## What to produce
Nothing but an exact reprint of the records is to be returned.

## Given data
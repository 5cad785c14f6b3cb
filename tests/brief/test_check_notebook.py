"""What is seen in a notebook without running it: people's data, pictures without words, what has no still."""

from __future__ import annotations

from pathlib import Path

import pytest

from briefkit.brief.check_notebook import notebook_findings, personal_data
from briefkit.brief.finding import Level


def texts(folder: Path) -> list[str]:
    return [one.text for one in notebook_findings(folder) if one.level is Level.BLOCKS]


# The shapes are ITU-T E.123's, RFC 5322's and the licence number formats of Part-FCL authorities; the numbers are from
# ranges kept for fiction (ITU +999, 555-01xx) or made up.
@pytest.mark.parametrize(
    ("text", "what"),
    [
        ("write to ops.desk+brief@norrabeck.example today", "an e-mail address"),
        ("call +999 607 123 4567", "a telephone number"),
        ("call +44 (0)20 7946 0123", "a telephone number"),
        ("(0607) 123 4567", "a telephone number"),
        ("020 7946 0123", "a telephone number"),
        ("555-555-0123", "a telephone number"),
        ("555.555.0123", "a telephone number"),
        ("Tel: 46 01 23 99", "a telephone number"),
        ("mobile no. 5550123", "a telephone number"),
        ("XX.FCL.12345", "a licence number"),
        ("GBR.FCL.AT.123456H.A", "a licence number"),
        ("licence no. 4471882", "a licence number"),
        ("ATPL(H) 123456", "a licence number"),
        ("certificate number 1234567", "a licence number"),
        ("Name: A. Person", "a label for a person's name"),
        ("**Trainee:** Person", "a label for a person's name"),
        ("| Check pilot : Person |", "a label for a person's name"),
        ("- Signed by: Person", "a label for a person's name"),
    ],
)
def test_peoples_data_is_found(text: str, what: str) -> None:
    found = personal_data("text cell 1", text)
    assert what in {one.text.partition(":")[0] for one in found}
    assert all(one.level is Level.BLOCKS for one in found)


@pytest.mark.parametrize(
    "text",
    [
        "At 2,006 lb and 8,000 ft, +20 C, slow to VNE less 10 kt (14 CFR 27.1505(b)(1)).",
        "The pressure falls from 1013.25 to 985 hPa; 29.92 set. Effective 2030-04-01, expires 2032-02-29.",
        "+10 to +30 C; Hp 6,000 to 8,000 ft; rotor 97 to 102 %; 1,700 1,750 1,800 1,900 2,006 lb",
        "| 6,000 | 105 | 96 | 88 | 80 |\n| 8,000 | 95 | 87 | 79 | 70 |",
        "FAA-H-8083-21B ch. 11; flight manual 2-4 rev 4; NB-2T-001 rev 0; serials 014, 022; work order 2231.",
        "The pilot flying slows down first: the crew agrees on it. Name the limit, then fly it.",
        "The type certificate and its supplement 4 come first.",
        "10000000 times the 12.5 m2",
    ],
)
def test_figures_and_words_of_the_trade_are_not_peoples_data(text: str) -> None:
    assert personal_data("text cell 1", text) == []


def test_names_of_arguments_are_no_labels_in_code(brief: Path, nb) -> None:
    nb.write(brief / "brief.ipynb", nb.code("def show(name: str):\n    pilot: str = name\n    return pilot\n"))
    assert texts(brief) == []
    nb.write(brief / "brief.ipynb", nb.code("contact = 'ops@norrabeck.example'"))
    assert texts(brief) == ["an e-mail address: 'ops@norrabeck.example'"]


@pytest.mark.parametrize(
    ("source", "count"),
    [
        ("![](disc.png)", 1),
        ("![ ](disc.png) and ![][disc]", 2),
        ("<img src='disc.png'>", 1),
        ('<img src="disc.png" alt="">', 1),
        ("![The disc from above](disc.png)", 0),
        ('<img alt="The disc from above" src="disc.png">', 0),
        ("Write `![](file)` for a picture.", 0),
    ],
)
def test_a_picture_needs_words(brief: Path, nb, source: str, count: int) -> None:
    nb.write(brief / "brief.ipynb", nb.text(source))
    found = texts(brief)
    assert [text.split()[0] for text in found] == ([str(count)] if count else [])
    assert all("without words" in text for text in found)


@pytest.mark.parametrize(
    ("source", "shown"),
    [
        ("1 + 1", "1 + 1"),
        ("'text'", "text"),
        ("[1, 2]", "[1, 2]"),
        ("import matplotlib.pyplot as plt\nplt.plot([1])", "plt.plot"),
        ("from IPython.display import HTML\nHTML('<b>x</b>')", "HTML"),
        ("display('text')", "display"),
        ("import pandas as pd\npd.DataFrame()", "pd.DataFrame"),
    ],
)
def test_what_a_cell_shows_without_a_still_is_found(brief: Path, nb, source: str, shown: str) -> None:
    nb.write(brief / "brief.ipynb", nb.text("Words"), nb.code(source))
    (found,) = notebook_findings(brief)
    assert "no still" in found.text
    assert shown in found.text
    assert found.place.endswith("code cell 1")


@pytest.mark.parametrize(
    "source",
    [
        "1 + 1;",
        "x = 1",
        "DiscMap(live)",
        "live",
        "None",
        "print('x')",
        "%timeit 1",
        "!ls",
        "live?",
        "display(live)",
        "",
    ],
)
def test_what_a_build_would_show_or_not_show_is_left_to_it(brief: Path, nb, source: str) -> None:
    nb.write(brief / "brief.ipynb", nb.code(source))
    assert texts(brief) == []


def test_a_cell_that_is_not_python_is_found(brief: Path, nb) -> None:
    nb.write(brief / "brief.ipynb", nb.code("DiscMap(live"))
    assert texts(brief) == ["not Python: '(' was never closed"]


def test_the_example_notebooks_have_nothing(examples: Path) -> None:
    for folder in (path.parent for path in examples.glob("*/brief.ipynb")):
        assert notebook_findings(folder) == []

## Task result
repository 5cad785c14f6b3cb
filename tests/brief/test_check_notebook.py
"""What is seen in a notebook without running it: people's data, pictures without words, what has no still."""

from __future__ import annotations

from pathlib import Path

import pytest

from briefkit.brief.check_notebook import notebook_findings, personal_data
from briefkit.brief.finding import Level


def texts(folder: Path) -> list[str]:
    return [one.text for one in notebook_findings(folder) if one.level is Level.BLOCKS]


# The shapes are ITU-T E.123's, RFC 5322's and the licence number formats of Part-FCL authorities; the numbers are from
# ranges kept for fiction (ITU +999, 555-01xx) or made up.
@pytest.mark.parametrize(
    ("text", "what"),
    [
        ("write to ops.desk+brief@norrabeck.example today", "an e-mail address"),
        ("call +999 607 123 4567", "a telephone number"),
        ("call +44 (0)20 7946 0123", "a telephone number"),
        ("(0607) 123 4567", "a telephone number"),
        ("020 7946 0123", "a telephone number"),
        ("555-555-0123", "a telephone number"),
        ("555.555.0123", "a telephone number"),
        ("Tel: 46 01 23 99", "a telephone number"),
        ("mobile no. 5550123", "a telephone number"),
        ("XX.FCL.12345", "a licence number"),
        ("GBR.FCL.AT.123456H.A", "a licence number"),
        ("licence no. 4471882", "a licence number"),
        ("ATPL(H) 123456", "a licence number"),
        ("certificate number 1234567", "a licence number"),
        ("Name: A. Person", "a label for a person's name"),
        ("**Trainee:** Person", "a label for a person's name"),
        ("| Check pilot : Person |", "a label for a person's name"),
        ("- Signed by: Person", "a label for a person's name"),
    ],
)
def test_peoples_data_is_found(text: str, what: str) -> None:
    found = personal_data("text cell 1", text)
    assert what in {one.text.partition(":")[0] for one in found}
    assert all(one.level is Level.BLOCKS for one in found)


@pytest.mark.parametrize(
    "text",
    [
        "At 2,006 lb and 8,000 ft, +20 C, slow to VNE less 10 kt (14 CFR 27.1505(b)(1)).",
        "The pressure falls from 1013.25 to 985 hPa; 29.92 set. Effective 2030-04-01, expires 2032-02-29.",
        "+10 to +30 C; Hp 6,000 to 8,000 ft; rotor 97 to 102 %; 1,700 1,750 1,800 1,900 2,006 lb",
        "| 6,000 | 105 | 96 | 88 | 80 |\n| 8,000 | 95 | 87 | 79 | 70 |",
        "FAA-H-8083-21B ch. 11; flight manual 2-4 rev 4; NB-2T-001 rev 0; serials 014, 022; work order 2231.",
        "The pilot flying slows down first: the crew agrees on it. Name the limit, then fly it.",
        "The type certificate and its supplement 4 come first.",
        "10000000 times the 12.5 m2",
    ],
)
def test_figures_and_words_of_the_trade_are_not_peoples_data(text: str) -> None:
    assert personal_data("text cell 1", text) == []


def test_names_of_arguments_are_no_labels_in_code(brief: Path, nb) -> None:
    nb.write(brief / "brief.ipynb", nb.code("def show(name: str):\n    pilot: str = name\n    return pilot\n"))
    assert texts(brief) == []
    nb.write(brief / "brief.ipynb", nb.code("contact = 'ops@norrabeck.example'"))
    assert texts(brief) == ["an e-mail address: 'ops@norrabeck.example'"]


@pytest.mark.parametrize(
    ("source", "count"),
    [
        ("![](disc.png)", 1),
        ("![ ](disc.png) and ![][disc]", 2),
        ("<img src='disc.png'>", 1),
        ('<img src="disc.png" alt="">', 1),
        ("![The disc from above](disc.png)", 0),
        ('<img alt="The disc from above" src="disc.png">', 0),
        ("Write `![](file)` for a picture.", 0),
    ],
)
def test_a_picture_needs_words(brief: Path, nb, source: str, count: int) -> None:
    nb.write(brief / "brief.ipynb", nb.text(source))
    found = texts(brief)
    assert [text.split()[0] for text in found] == ([str(count)] if count else [])
    assert all("without words" in text for text in found)


@pytest.mark.parametrize(
    ("source", "shown"),
    [
        ("1 + 1", "1 + 1"),
        ("'text'", "text"),
        ("[1, 2]", "[1, 2]"),
        ("import matplotlib.pyplot as plt\nplt.plot([1])", "plt.plot"),
        ("from IPython.display import HTML\nHTML('<b>x</b>')", "HTML"),
        ("display('text')", "display"),
        ("import pandas as pd\npd.DataFrame()", "pd.DataFrame"),
    ],
)
def test_what_a_cell_shows_without_a_still_is_found(brief: Path, nb, source: str, shown: str) -> None:
    nb.write(brief / "brief.ipynb", nb.text("Words"), nb.code(source))
    (found,) = notebook_findings(brief)
    assert "no still" in found.text
    assert shown in found.text
    assert found.place.endswith("code cell 1")


@pytest.mark.parametrize(
    "source",
    [
        "1 + 1;",
        "x = 1",
        "DiscMap(live)",
        "live",
        "None",
        "print('x')",
        "%timeit 1",
        "!ls",
        "live?",
        "display(live)",
        "",
    ],
)
def test_what_a_build_would_show_or_not_show_is_left_to_it(brief: Path, nb, source: str) -> None:
    nb.write(brief / "brief.ipynb", nb.code(source))
    assert texts(brief) == []


def test_a_cell_that_is_not_python_is_found(brief: Path, nb) -> None:
    nb.write(brief / "brief.ipynb", nb.code("DiscMap(live"))
    assert texts(brief) == ["not Python: '(' was never closed"]


def test_the_example_notebooks_have_nothing(examples: Path) -> None:
    for folder in (path.parent for path in examples.glob("*/brief.ipynb")):
        assert notebook_findings(folder) == []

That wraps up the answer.